Ken Kesey – “One Flew Over the Cuckoo’s Nest”

one-flew-over-the-cuckoos-nest

Don’t ask me how I know that I read this book for the very first time back in 1995, because that will make me give away one of my small (and, until now at least) harmless passions. What I can say though, is that I’ve recently finished re-reading it. It was easier than the first time. Whenever I read a book again after many years, my mind fumbles through the corners of my memory in search for impressions and feelings that I experienced at my first reading.

About this book, I found, almost choked by the dust of forgetfulness, some bitterness at the lunatics’ defeat, some admiration for the man that invented such a colorful story, but also a trace of certitude that my teenager’s mind wasn’t quite grasping all that Mr. Kesey had to say. Now, exactly 20 years later, I re-discovered a story.
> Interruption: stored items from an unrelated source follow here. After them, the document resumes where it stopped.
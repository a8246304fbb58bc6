"""Piecewise-linear circuit networks and their state equations in each switching mode.

A :class:`Network` is a list of two-terminal elements between named nodes (``"0"`` is
ground, the neutral): resistors, capacitors, inductors, piecewise-linear diodes, switches,
voltage sources and current sources driven by an input channel. In every *mode* (each diode
and switch either conducting or blocking) the circuit is linear; :meth:`Network.mode` gives

    x' = A x + B u,        x = [capacitor voltages, inductor currents],
    u = [source voltage v_s(t), 1, further input channels held constant per mode ...],

and a matrix ``Q`` whose rows are every element's current and voltage as linear functions of
``[x, u]``. The equations come from modified nodal analysis of the resistive network that
remains when each capacitor is replaced by a voltage source of its voltage and each inductor
by a current source of its current (every capacitor needs a resistive path and no loop may
hold only capacitors and voltage sources; large shunt resistances keep floating nodes
defined, as in any SPICE netlist).

Diodes are piecewise linear: conducting, ``i = (v - v_on) / r_on``; blocking, ``i = g_off v``.
``n`` identical lamps in parallel are one element set with admittances scaled by ``n``
(see :func:`pqcalc.circuits.drivers.build_group`): the state count does not grow with lamps.

References
----------
C.-W. Ho, A. Ruehli, P. Brennan, "The modified nodal approach to network analysis",
IEEE Trans. Circuits Syst. 22(6), 1975.
"""

from __future__ import annotations

from dataclasses import dataclass

import numpy as np

from ..errors import InputError
from .kernels import COMPILED, assemble_mode

__all__ = ["Network", "Element", "ModeSystem", "CH_SOURCE", "CH_ONE"]

#: input channel of the mains source voltage [V] and of the constant 1 [-]
CH_SOURCE = 0
CH_ONE = 1


@dataclass(frozen=True)
class Element:
    """One two-terminal element; current is positive from node ``a`` through it to ``b``."""

    kind: str  # R C L D S V I
    name: str
    a: int
    b: int
    value: float = 0.0  # R [ohm], C [F], L [H], V/I gain [-]
    v_on: float = 0.0  # diode forward threshold [V]
    r_on: float = 0.0  # diode / switch on resistance [ohm]
    g_off: float = 0.0  # diode / switch off conductance [S]
    channel: int = 0  # input channel of a V or I source
    table: tuple = ()  # (g, i0) segments of a piecewise-affine element


@dataclass(frozen=True)
class ModeSystem:
    """Linear state equations of one mode: ``x' = A x + B u``; ``Q @ [x, u]`` gives element
    currents (rows ``0..ne-1``) and voltages (rows ``ne..2ne-1``)."""

    A: np.ndarray
    B: np.ndarray
    Q: np.ndarray


class Network:
    """A circuit under construction; call :meth:`finalize` before :meth:`mode`."""

    def __init__(self, n_channels: int = 2) -> None:
        self.node_index: dict[str, int] = {"0": 0}
        self.elements: list[Element] = []
        self._names: set[str] = set()
        self.n_channels = n_channels
        self._final = False
        self._cache: dict[tuple, ModeSystem] = {}

    # ------------------------------------------------------------------ building
    def node(self, name: str) -> int:
        if name not in self.node_index:
            self.node_index[name] = len(self.node_index)
        return self.node_index[name]

    def _add(self, kind: str, name: str, a: str, b: str, **kw) -> None:
        if name in self._names:
            raise ValueError(f"internal: element {name!r} defined twice")
        self._names.add(name)
        self.elements.append(Element(kind, name, self.node(a), self.node(b), **kw))

    def R(self, name: str, a: str, b: str, r_ohm: float) -> None:
        _positive(name, r_ohm)
        self._add("R", name, a, b, value=float(r_ohm))

    def C(self, name: str, a: str, b: str, c_f: float) -> None:
        _positive(name, c_f)
        self._add("C", name, a, b, value=float(c_f))

    def L(self, name: str, a: str, b: str, l_h: float) -> None:
        _positive(name, l_h)
        self._add("L", name, a, b, value=float(l_h))

    def D(self, name: str, a: str, b: str, v_on: float, r_on: float, g_off: float) -> None:
        """Diode from anode ``a`` to cathode ``b`` (piecewise linear)."""
        _positive(name, r_on)
        self._add("D", name, a, b, v_on=float(v_on), r_on=float(r_on), g_off=float(g_off))

    def S(self, name: str, a: str, b: str, r_on: float, g_off: float) -> None:
        """Switch whose state is set by a controller."""
        _positive(name, r_on)
        self._add("S", name, a, b, r_on=float(r_on), g_off=float(g_off))

    def G(self, name: str, a: str, b: str, table) -> None:
        """Piecewise-affine element ``i = g_k v + i0_k``, the segment ``k`` set by a
        controller; ``table`` is a sequence of ``(g_k [S], i0_k [A])``."""
        arr = np.asarray(table, dtype=float).reshape(-1, 2)
        tab = tuple(map(tuple, arr.tolist()))
        self._add("G", name, a, b, table=tab)

    def V(self, name: str, a: str, b: str, channel: int, gain: float = 1.0) -> None:
        """Voltage source ``v_a - v_b = gain * u[channel]``."""
        self._add("V", name, a, b, value=float(gain), channel=channel)

    def I(self, name: str, a: str, b: str, channel: int, gain: float = 1.0) -> None:  # noqa: E743
        """Current source ``gain * u[channel]`` flowing from ``a`` through it to ``b``."""
        self._add("I", name, a, b, value=float(gain), channel=channel)

    def finalize(self) -> Network:
        self.caps = [i for i, e in enumerate(self.elements) if e.kind == "C"]
        self.inds = [i for i, e in enumerate(self.elements) if e.kind == "L"]
        self.diodes = [i for i, e in enumerate(self.elements) if e.kind == "D"]
        self.switches = [i for i, e in enumerate(self.elements) if e.kind in "SG"]
        self.switchable = self.diodes + self.switches
        self.n_x = len(self.caps) + len(self.inds)
        self.n_u = self.n_channels
        self.n_e = len(self.elements)
        self.index = {e.name: i for i, e in enumerate(self.elements)}
        self.state_of = {self.elements[k].name: j for j, k in enumerate(self.caps + self.inds)}
        self._final = True
        return self

    # ------------------------------------------------------------------ queries
    def i_row(self, ms: ModeSystem, name: str) -> np.ndarray:
        """Row over ``[x, u]`` giving the current of element ``name`` [A]."""
        return ms.Q[self.index[name]]

    def v_row(self, ms: ModeSystem, name: str) -> np.ndarray:
        """Row over ``[x, u]`` giving the voltage across element ``name`` [V]."""
        return ms.Q[self.n_e + self.index[name]]

    def mode(self, on: tuple[bool, ...]) -> ModeSystem:
        """State equations with the switchable elements (diodes, then switches and
        piecewise-affine elements, in the order they were added) conducting where ``on`` is
        True (for a piecewise-affine element: the segment index)."""
        key = tuple(on)
        ms = self._cache.get(key)
        if ms is None:
            ms = self._build_compiled(key) if COMPILED else self._build(key)
            self._cache[key] = ms
        return ms

    def _build_compiled(self, on: tuple) -> ModeSystem:
        """:meth:`_build`'s arithmetic in one compiled call."""
        try:
            A, B, Q = assemble_mode(np.array(on, dtype=np.int64), *self.compiled_args())
        except np.linalg.LinAlgError as err:
            raise InputError(
                "the circuit has a floating node or a loop of capacitors and sources; "
                "check the component values"
            ) from err
        return ModeSystem(A, B, Q)

    def compiled_args(self) -> tuple:
        """The mode-independent arrays that :func:`~pqcalc.circuits.kernels.assemble_mode`
        takes after the switch vector (built once)."""
        st = getattr(self, "_st", None)
        if st is None:
            st = self._st = self._static()
        ka = st.get("_kargs")
        if ka is None:
            gs = st["gs"]
            width = max([len(t) for *_, t in gs] + [1])
            gs_g = np.zeros((len(gs), width))
            gs_i0 = np.zeros((len(gs), width))
            for q, (*_, table) in enumerate(gs):
                arr = np.asarray(table, dtype=float).reshape(-1, 2)
                gs_g[q, :len(table)] = arr[:, 0]
                gs_i0[q, :len(table)] = arr[:, 1]
            ka = st["_kargs"] = (
                st["M"], st["Rhs"], st["g_cond"], np.ascontiguousarray(st["inc"]),
                st["ds_on"], st["ds_pos"], st["ds_g_on"], st["ds_g_off"], st["ds_v_on"],
                np.array([j for j, *_ in gs], dtype=np.int64),
                np.array([k for _, k, *_ in gs], dtype=np.int64), gs_g, gs_i0, st["cond"],
                st["g"], st["Q0"], st["vsrc"], st["a"], st["b"], st["caps"], st["inds"],
                st["c_val"], st["l_val"], st["nn"], self.n_x, self.n_x + CH_ONE)
        return ka

    def _static(self) -> dict:
        """The mode-independent part of the nodal equations (resistors, sources, reactive
        elements) and the element incidence, assembled once."""
        els = self.elements
        nn = len(self.node_index) - 1
        vsrc = [i for i, e in enumerate(els) if e.kind in "CV"]
        nz = nn + len(vsrc)
        ncol = self.n_x + self.n_u
        M = np.zeros((nz, nz))
        Rhs = np.zeros((nz, ncol))
        state_col = {k: j for j, k in enumerate(self.caps + self.inds)}
        g = np.zeros(self.n_e)
        for i, e in enumerate(els):
            if e.kind == "R":
                g[i] = 1.0 / e.value
            elif e.kind == "L":
                _inject(Rhs, e.a, e.b, state_col[i], 1.0)
            elif e.kind == "I":
                _inject(Rhs, e.a, e.b, self.n_x + e.channel, e.value)
        for j, i in enumerate(vsrc):
            e, r = els[i], nn + j
            if e.a:
                M[e.a - 1, r] += 1.0
                M[r, e.a - 1] += 1.0
            if e.b:
                M[e.b - 1, r] -= 1.0
                M[r, e.b - 1] -= 1.0
            if e.kind == "C":
                Rhs[r, state_col[i]] = 1.0
            else:
                Rhs[r, self.n_x + e.channel] = e.value
        Q0 = np.zeros((self.n_e, ncol))  # currents fixed by a state or an input
        for i, e in enumerate(els):
            if e.kind == "L":
                Q0[i, state_col[i]] = 1.0
            elif e.kind == "I":
                Q0[i, self.n_x + e.channel] = e.value
        # node incidence of the conducting elements (R, D, S, G): a mode's conductance
        # stamps are Inc diag(g) Inc^T, its constant currents -Inc i0 in the CH_ONE column
        cond = [i for i, e in enumerate(els) if e.kind in "RDSG"]
        inc = np.zeros((nz, len(cond)))
        for k, i in enumerate(cond):
            if els[i].a:
                inc[els[i].a - 1, k] = 1.0
            if els[i].b:
                inc[els[i].b - 1, k] = -1.0
        pos = {i: k for k, i in enumerate(cond)}
        ds = [(j, i) for j, i in enumerate(self.switchable) if els[i].kind in "DS"]
        gs = [(j, i) for j, i in enumerate(self.switchable) if els[i].kind == "G"]
        return {
            "nn": nn, "ncol": ncol, "M": M, "Rhs": Rhs, "g": g, "Q0": Q0, "inc": inc,
            "g_cond": g[cond], "cond": np.array(cond, dtype=int),
            "a": np.array([e.a for e in els], dtype=int),
            "b": np.array([e.b for e in els], dtype=int),
            "ds_on": np.array([j for j, _ in ds], dtype=int),
            "ds_pos": np.array([pos[i] for _, i in ds], dtype=int),
            "ds_el": np.array([i for _, i in ds], dtype=int),
            "ds_g_on": np.array([1.0 / els[i].r_on for _, i in ds]),
            "ds_g_off": np.array([els[i].g_off for _, i in ds]),
            "ds_v_on": np.array([els[i].v_on if els[i].kind == "D" else 0.0 for _, i in ds]),
            "gs": [(j, pos[i], i, els[i].table) for j, i in gs],
            "vsrc": np.array(vsrc, dtype=int),
            "caps": np.array(self.caps, dtype=int),
            "inds": np.array(self.inds, dtype=int),
            "c_val": np.array([els[i].value for i in self.caps]),
            "l_val": np.array([els[i].value for i in self.inds]),
        }

    def _build(self, on: tuple[bool, ...]) -> ModeSystem:
        st = getattr(self, "_st", None)
        if st is None:
            st = self._st = self._static()
        nn, ncol, one = st["nn"], st["ncol"], self.n_x + CH_ONE
        onv = np.array(on, dtype=float)
        # conductances and constant currents (a diode's Norton source g v_on from b to a;
        # a piecewise-affine element's i0) of the conducting elements in this mode
        g_c = st["g_cond"].copy()
        i0_c = np.zeros(g_c.size)
        ds_on = onv[st["ds_on"]] != 0
        g_ds = np.where(ds_on, st["ds_g_on"], st["ds_g_off"])
        g_c[st["ds_pos"]] = g_ds
        i0_c[st["ds_pos"]] = np.where(ds_on, -g_ds * st["ds_v_on"], 0.0)
        for j, k, _i, table in st["gs"]:
            g_c[k], i0_c[k] = table[int(on[j])]
        inc = st["inc"]
        M = st["M"] + (inc * g_c) @ inc.T
        Rhs = st["Rhs"].copy()
        Rhs[:, one] -= inc @ i0_c
        g_of = st["g"].copy()
        g_of[st["cond"]] = g_c
        i_one = np.zeros(self.n_e)
        i_one[st["cond"]] = i0_c
        try:
            Z = np.linalg.solve(M, Rhs)
        except np.linalg.LinAlgError as err:
            raise InputError(
                "the circuit has a floating node or a loop of capacitors and sources; "
                "check the component values"
            ) from err
        Vn = np.vstack([np.zeros((1, ncol)), Z[:nn]])  # node voltages, ground first
        Vel = Vn[st["a"]] - Vn[st["b"]]
        Q = np.empty((2 * self.n_e, ncol))
        Q[self.n_e:] = Vel
        cur = st["Q0"].copy()
        c = st["cond"]
        cur[c] = g_of[c, None] * Vel[c]
        cur[:, one] += i_one
        cur[st["vsrc"]] = Z[nn:]
        Q[: self.n_e] = cur
        AB = np.vstack([cur[st["caps"]] / st["c_val"][:, None],
                        Vel[st["inds"]] / st["l_val"][:, None]])
        return ModeSystem(AB[:, : self.n_x].copy(), AB[:, self.n_x :].copy(), Q)


def _inject(Rhs: np.ndarray, a: int, b: int, col: int, gain: float) -> None:
    """A current ``gain * [x, u][col]`` leaves node ``a`` and enters node ``b``."""
    if a:
        Rhs[a - 1, col] -= gain
    if b:
        Rhs[b - 1, col] += gain


def _positive(name: str, x: float) -> None:
    if not (np.isfinite(x) and x > 0):
        raise InputError(f"{name}: expected a positive finite value, got {x}")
One full of bitter humour, grotesque situations, even absurd from time to time. But it’s just a story, with no fancy symbol-bearing ornaments, without mysterious corridors appearing between its lines or words. That’s probably why the movie that was made after the book was one of the best ones of its kind I’ve ever seen, because it loses almost none of the book’s flavor.

ken kessey

It’s obvious that, at the time when it was written, the “Nest” was a manifest against the inhuman way the mentally ill were treated in hospitals which were supposed to cure them. Instead they ended up killing any trace of humanity in their patients, who became so frightened of life itself that they didn’t want to leave the premises ever again. It’s also obvious that today the manifest has become obsolete. But the story remains. And it’s beautiful.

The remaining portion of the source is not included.